▶ **Record excerpts**:

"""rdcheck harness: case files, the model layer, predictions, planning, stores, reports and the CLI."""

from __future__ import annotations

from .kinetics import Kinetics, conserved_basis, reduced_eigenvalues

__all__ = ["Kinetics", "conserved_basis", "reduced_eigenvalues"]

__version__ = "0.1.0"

--

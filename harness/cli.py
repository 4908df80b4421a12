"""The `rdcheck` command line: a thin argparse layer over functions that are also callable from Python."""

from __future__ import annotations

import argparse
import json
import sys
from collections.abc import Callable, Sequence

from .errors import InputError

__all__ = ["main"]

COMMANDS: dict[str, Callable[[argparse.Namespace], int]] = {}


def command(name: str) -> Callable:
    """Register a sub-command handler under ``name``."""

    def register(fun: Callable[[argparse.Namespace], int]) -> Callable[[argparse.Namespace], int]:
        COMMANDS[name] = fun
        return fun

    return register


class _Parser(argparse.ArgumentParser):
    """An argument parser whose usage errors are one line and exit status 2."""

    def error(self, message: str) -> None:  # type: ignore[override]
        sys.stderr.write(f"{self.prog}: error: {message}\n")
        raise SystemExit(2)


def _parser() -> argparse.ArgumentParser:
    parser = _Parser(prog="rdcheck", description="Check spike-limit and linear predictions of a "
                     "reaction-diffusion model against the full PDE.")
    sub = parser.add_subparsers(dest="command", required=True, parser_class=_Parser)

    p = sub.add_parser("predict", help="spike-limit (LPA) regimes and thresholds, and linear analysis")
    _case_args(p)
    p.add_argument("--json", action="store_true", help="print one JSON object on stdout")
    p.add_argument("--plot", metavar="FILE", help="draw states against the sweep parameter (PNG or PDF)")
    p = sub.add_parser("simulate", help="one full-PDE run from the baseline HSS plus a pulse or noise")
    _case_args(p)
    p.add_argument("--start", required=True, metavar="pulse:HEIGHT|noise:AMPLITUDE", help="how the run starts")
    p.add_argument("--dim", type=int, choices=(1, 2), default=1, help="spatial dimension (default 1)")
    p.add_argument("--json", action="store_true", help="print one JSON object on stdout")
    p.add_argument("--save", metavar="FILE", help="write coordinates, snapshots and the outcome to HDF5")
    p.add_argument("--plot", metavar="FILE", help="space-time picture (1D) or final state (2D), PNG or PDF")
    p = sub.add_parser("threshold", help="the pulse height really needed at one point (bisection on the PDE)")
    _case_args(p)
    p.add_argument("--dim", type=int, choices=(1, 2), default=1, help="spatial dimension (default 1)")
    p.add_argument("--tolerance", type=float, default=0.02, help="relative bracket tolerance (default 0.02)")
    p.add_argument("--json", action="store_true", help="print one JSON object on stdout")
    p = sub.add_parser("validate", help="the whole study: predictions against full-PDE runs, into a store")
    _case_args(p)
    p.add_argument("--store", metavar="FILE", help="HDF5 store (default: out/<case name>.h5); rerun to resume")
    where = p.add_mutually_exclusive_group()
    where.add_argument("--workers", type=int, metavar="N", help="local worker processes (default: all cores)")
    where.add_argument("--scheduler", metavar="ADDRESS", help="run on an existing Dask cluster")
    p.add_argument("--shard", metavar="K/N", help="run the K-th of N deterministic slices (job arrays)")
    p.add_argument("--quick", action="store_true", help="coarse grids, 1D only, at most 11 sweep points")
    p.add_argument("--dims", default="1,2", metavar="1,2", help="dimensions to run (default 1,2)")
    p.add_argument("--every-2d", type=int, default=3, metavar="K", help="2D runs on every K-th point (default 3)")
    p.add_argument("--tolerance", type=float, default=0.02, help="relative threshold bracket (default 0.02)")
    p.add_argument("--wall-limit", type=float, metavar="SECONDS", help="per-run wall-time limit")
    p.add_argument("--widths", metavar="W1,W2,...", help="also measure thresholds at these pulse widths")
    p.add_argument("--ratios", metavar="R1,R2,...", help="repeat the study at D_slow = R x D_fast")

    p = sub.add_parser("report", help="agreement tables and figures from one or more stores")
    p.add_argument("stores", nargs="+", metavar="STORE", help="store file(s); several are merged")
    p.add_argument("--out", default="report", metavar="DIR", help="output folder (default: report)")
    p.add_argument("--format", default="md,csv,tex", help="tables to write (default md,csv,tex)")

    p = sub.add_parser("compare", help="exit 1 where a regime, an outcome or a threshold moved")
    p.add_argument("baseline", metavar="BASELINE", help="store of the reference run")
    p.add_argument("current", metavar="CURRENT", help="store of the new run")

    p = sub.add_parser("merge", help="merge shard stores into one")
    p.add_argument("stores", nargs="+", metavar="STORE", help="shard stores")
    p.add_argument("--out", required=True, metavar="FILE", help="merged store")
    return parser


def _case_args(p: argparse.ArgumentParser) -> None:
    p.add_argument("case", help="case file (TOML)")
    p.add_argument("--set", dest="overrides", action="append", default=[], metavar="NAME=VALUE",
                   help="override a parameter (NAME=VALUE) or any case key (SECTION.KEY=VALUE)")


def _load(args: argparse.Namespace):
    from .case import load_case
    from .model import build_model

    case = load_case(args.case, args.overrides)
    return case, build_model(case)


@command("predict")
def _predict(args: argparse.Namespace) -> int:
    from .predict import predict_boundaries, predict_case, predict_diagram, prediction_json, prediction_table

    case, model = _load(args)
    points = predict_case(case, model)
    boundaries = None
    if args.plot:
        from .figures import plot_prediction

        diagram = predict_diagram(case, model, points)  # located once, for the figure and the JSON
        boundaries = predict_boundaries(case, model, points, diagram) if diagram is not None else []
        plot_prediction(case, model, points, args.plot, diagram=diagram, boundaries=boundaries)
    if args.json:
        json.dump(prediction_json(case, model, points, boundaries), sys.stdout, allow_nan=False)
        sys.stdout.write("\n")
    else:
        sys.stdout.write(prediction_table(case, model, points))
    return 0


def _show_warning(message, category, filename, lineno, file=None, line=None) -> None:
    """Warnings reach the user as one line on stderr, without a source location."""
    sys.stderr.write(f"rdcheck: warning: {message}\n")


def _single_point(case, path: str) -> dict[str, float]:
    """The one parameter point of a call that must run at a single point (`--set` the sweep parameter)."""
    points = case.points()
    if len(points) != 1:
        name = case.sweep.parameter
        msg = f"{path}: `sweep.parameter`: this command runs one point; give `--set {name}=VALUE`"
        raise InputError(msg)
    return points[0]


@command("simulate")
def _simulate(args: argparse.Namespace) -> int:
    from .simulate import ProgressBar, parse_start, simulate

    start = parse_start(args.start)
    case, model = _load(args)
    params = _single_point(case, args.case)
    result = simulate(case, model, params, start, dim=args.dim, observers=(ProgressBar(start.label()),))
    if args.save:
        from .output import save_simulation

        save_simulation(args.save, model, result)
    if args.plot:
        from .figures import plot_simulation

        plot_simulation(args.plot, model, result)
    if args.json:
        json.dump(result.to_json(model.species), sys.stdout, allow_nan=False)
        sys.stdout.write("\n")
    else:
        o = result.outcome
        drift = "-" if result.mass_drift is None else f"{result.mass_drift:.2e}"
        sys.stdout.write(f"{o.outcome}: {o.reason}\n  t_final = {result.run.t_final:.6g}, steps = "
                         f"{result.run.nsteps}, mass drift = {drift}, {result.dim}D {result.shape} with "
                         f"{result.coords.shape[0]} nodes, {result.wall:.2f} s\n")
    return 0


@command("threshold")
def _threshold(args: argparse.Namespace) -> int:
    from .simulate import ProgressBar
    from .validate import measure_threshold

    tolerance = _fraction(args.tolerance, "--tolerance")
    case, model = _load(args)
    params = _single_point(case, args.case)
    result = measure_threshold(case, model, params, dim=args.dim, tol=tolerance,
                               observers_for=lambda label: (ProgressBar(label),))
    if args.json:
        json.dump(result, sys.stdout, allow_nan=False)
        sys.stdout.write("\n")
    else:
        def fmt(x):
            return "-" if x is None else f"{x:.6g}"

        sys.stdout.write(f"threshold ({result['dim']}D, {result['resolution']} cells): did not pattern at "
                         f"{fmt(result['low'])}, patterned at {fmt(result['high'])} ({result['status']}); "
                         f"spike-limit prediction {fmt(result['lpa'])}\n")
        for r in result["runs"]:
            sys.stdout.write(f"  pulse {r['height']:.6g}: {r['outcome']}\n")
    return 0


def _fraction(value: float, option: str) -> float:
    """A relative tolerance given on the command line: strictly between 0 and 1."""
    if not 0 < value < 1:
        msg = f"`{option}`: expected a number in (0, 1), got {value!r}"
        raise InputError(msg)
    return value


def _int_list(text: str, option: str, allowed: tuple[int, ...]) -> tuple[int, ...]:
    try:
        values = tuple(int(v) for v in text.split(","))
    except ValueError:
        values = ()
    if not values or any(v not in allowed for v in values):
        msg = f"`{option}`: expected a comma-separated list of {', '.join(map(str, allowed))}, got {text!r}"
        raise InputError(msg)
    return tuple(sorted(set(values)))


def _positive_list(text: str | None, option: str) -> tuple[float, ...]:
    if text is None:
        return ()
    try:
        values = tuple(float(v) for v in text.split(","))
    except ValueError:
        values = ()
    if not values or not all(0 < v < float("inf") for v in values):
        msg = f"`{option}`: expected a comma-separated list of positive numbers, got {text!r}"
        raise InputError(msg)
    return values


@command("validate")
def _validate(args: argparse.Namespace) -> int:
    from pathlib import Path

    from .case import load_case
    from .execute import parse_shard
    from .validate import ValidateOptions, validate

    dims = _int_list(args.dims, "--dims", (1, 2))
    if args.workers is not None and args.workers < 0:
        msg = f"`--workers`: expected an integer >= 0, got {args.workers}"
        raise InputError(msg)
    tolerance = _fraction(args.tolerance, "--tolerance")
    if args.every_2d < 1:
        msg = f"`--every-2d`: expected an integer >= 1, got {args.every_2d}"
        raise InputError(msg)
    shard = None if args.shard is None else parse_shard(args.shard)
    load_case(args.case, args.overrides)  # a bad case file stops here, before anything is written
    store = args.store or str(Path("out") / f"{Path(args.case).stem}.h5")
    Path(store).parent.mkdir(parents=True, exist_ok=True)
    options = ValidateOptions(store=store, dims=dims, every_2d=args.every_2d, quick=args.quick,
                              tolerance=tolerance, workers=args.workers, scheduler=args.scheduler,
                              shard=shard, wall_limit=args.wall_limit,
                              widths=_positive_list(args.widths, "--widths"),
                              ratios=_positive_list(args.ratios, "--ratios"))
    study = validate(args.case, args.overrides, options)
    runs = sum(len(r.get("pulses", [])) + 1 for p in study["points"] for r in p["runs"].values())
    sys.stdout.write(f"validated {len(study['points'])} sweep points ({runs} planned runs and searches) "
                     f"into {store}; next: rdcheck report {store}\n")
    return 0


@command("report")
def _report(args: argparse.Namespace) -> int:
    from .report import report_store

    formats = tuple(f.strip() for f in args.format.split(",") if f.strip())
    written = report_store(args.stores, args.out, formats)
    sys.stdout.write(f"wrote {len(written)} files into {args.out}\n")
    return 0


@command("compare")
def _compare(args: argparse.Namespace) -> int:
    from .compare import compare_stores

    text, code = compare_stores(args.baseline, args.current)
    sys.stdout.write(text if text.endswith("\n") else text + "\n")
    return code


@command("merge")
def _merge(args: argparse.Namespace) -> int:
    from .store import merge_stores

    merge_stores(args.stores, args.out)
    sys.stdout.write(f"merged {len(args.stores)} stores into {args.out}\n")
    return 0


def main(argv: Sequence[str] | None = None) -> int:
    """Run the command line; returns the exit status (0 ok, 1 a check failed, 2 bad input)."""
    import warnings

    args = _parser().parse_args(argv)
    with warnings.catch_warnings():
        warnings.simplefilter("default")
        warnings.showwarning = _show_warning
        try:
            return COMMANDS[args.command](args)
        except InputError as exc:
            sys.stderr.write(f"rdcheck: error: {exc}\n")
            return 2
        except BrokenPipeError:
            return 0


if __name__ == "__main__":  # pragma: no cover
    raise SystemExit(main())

▶ **Task brief**: Once you have counted the lines above that hold the word "merged", report only that total.

▶ **Completed exercise**: 3